(Source material begins)

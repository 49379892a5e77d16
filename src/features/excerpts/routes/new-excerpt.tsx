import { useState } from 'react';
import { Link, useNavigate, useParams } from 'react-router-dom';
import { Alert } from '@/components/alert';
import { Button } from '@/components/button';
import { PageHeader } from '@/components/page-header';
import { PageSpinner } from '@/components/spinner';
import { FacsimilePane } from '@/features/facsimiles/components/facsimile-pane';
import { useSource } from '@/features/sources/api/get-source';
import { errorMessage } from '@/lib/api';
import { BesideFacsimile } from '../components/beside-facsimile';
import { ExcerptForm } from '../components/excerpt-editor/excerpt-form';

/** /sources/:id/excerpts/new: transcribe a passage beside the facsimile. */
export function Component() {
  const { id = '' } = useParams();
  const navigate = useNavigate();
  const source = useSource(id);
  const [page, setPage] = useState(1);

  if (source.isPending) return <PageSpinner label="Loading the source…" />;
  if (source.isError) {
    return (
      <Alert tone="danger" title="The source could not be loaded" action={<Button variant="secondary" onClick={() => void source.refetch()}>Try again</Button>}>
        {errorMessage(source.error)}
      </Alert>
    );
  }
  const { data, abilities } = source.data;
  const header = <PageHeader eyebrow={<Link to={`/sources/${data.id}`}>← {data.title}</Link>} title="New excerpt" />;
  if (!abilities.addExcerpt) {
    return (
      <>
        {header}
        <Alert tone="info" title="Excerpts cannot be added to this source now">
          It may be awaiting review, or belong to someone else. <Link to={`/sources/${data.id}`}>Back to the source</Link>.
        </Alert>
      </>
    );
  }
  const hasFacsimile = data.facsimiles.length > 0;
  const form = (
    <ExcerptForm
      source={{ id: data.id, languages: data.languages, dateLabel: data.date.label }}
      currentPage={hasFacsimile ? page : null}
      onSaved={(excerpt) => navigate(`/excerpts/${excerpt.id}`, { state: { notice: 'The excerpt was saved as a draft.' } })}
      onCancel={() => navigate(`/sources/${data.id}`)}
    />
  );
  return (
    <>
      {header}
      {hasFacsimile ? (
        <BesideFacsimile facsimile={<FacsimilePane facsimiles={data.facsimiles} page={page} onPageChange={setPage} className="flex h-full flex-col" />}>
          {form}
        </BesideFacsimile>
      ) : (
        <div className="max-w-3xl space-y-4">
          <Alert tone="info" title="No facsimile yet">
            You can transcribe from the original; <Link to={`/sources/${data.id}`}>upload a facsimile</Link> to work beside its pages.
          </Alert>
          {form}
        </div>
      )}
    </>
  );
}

(Source material ends)

§ **Assignment**
Answer with a single number: the count of lines above that contain the string "abilities".

§ **Expected output**
2